Section: Overall Objectives
The goal of the MOAIS team-project is to develop the scientific and technological foundations for parallel programming that enable to achieve provable performances on distributed parallel architectures, from multi-processor systems on chips to computational grids and global computing platforms. Beyond the optimization of the application itself, the effective use of a larger number of resources is expected to enhance the performance. This encompasses large scale scientific interactive simulations (such as immersive virtual reality) that involve various resources: input (sensors, cameras, ...), computing units (processors, memory), output (videoprojectors, images wall) that play a prominent role in the development of high performance parallel computing.
To reach this goal, MOAIS gathers experts in : algorithm design, scheduling, parallel programming (both low level and high level API), interactive applications. The research directions of the MOAIS team are focused on scheduling problems with a multi-criteria performance objective: precision, reactivity, resources consumption, reliability, ... The originality of the MOAIS approach is to use the application's adaptability to control its scheduling:
To enable the scheduler to drive the execution, the application is modeled by a macro data flow graph, a popular bridging model for parallel programming (BSP, Nesl, Earth, Jade, Cilk, Athapascan, Smarts, Satin, ...) and scheduling. A node represents the state transition of a given component; edges represent synchronizations between components. However, the application is malleable and this macro data flow is dynamic and recursive: depending on the available resources and/or the required precision, it may be unrolled to increase precision (e.g. zooming on parts of simulation) or enrolled to increase reactivity (e.g. respecting latency constraints). The decision of unrolling/enrolling is taken by the scheduler; the execution of this decision is performed by the application.
The MOAIS project-team is structured around four axis:
Scheduling: To formalize and study the related scheduling problems, the critical points are: the modeling of an adaptive application; the formalization and the optimization of the multi-objective problems; the design of scalable scheduling algorithms. We are interested in classical combinatorial optimization methods (approximation algorithms, theoretical bounds and complexity analysis), and also in non-standard methods such as Game Theory.
Adaptive parallel and distributed algorithms: To design and analyze algorithms that may adapt their execution under the control of the scheduling, the critical point is that algorithms are either parallel or distributed; then, adaptation should be performed locally while ensuring the coherency of results.
Programming interfaces and tools for coordination and execution: To specify and implement interfaces that express coupling of components with various synchronization constraints, the critical point is to enable an efficient control of the coupling while ensuring coherency.
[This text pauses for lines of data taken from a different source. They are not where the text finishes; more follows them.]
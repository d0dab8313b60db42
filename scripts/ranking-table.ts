// A comparison result as an aligned terminal table: what the demo prints.
interface RankingEntry { rank: number | null; name: string; value: number | null; delta: number | null; weight: number | null; inConfidenceSet: boolean | null }
interface ModelRow { name: string; parameters: number; logLikelihood: number | null; bic: number | null; adjustedR2: number | null }
interface Result {
  id: string;
  dataset: { observations: number; rowsDropped: number; fingerprint: string };
  conventions: { rankBy: string };
  models: ModelRow[];
  rankings: Record<string, RankingEntry[]>;
  verdict: { summary: string };
  cautions: { message: string }[];
}

const fixed = (x: number | null, digits: number) => (x === null ? '—' : x.toFixed(digits));

export function formatRankingTable(result: Result): string {
  const rankBy = result.conventions.rankBy;
  const byName = new Map(result.models.map((m) => [m.name, m]));
  const header = ['rank', 'model', 'k', 'logL', rankBy, `Δ${rankBy}`, 'weight', 'in set', 'BIC', 'adj R²'];
  const rows = result.rankings[rankBy].map((entry) => {
    const m = byName.get(entry.name)!;
    return [
      entry.rank === null ? '—' : String(entry.rank), entry.name, String(m.parameters), fixed(m.logLikelihood, 3),
      fixed(entry.value, 3), fixed(entry.delta, 3), fixed(entry.weight, 4), entry.inConfidenceSet ? 'yes' : 'no',
      fixed(m.bic, 3), fixed(m.adjustedR2, 4),
    ];
  });
  const widths = header.map((h, j) => Math.max(h.length, ...rows.map((r) => r[j].length)));
  const line = (cells: string[]) =>
    cells.map((c, j) => (j === 1 ? c.padEnd(widths[j]) : c.padStart(widths[j]))).join('  ');
  const out = [
    `comparison ${result.id}`,
    `${result.dataset.observations} rows used, ${result.dataset.rowsDropped} dropped (missing values); ${result.dataset.fingerprint}`,
    '',
    line(header),
    line(widths.map((w) => '─'.repeat(w))),
    ...rows.map(line),
    '',
    result.verdict.summary,
    ...result.cautions.map((c) => `caution: ${c.message}`),
    '',
  ];
  return out.join('\n');
}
We develop the Kaapi runtime software that manages the scheduling of multithreaded computations with billions of threads on a virtual architecture with an arbitrary number of resources; Kaapi supports node additions and resilience. Kaapi manages the fine grain scheduling of the computation part of the application. To enable parallel application execution and analysis. We develop runtime tools that support large scale and fault tolerant processes deployment (TakTuk), visualization of parallel executions on heterogeneous platforms (Triva), reproducible CPU load generation on many-cores machines (KRASH).
Interactivity: To improve interactivity, the critical point is scalability. The number of resources (including input and output devices) should be adapted without modification of the application. We develop the FlowVR middleware that enables to configure an application on a cluster with a fixed set of input and output resources. FlowVR manages the coarse grain scheduling of the whole application and the latency to produce outputs from the inputs.
Often, computing platforms have a dynamic behavior. The dataflow model of computation directly enables to take into account addition of resources. To deal with resilience, we develop softwares that provide fault-tolerance to dataflow computations. We distinguish non-malicious faults from malicious intrusions. Our approach is based on a checkpoint of the dataflow with bounded and amortized overhead.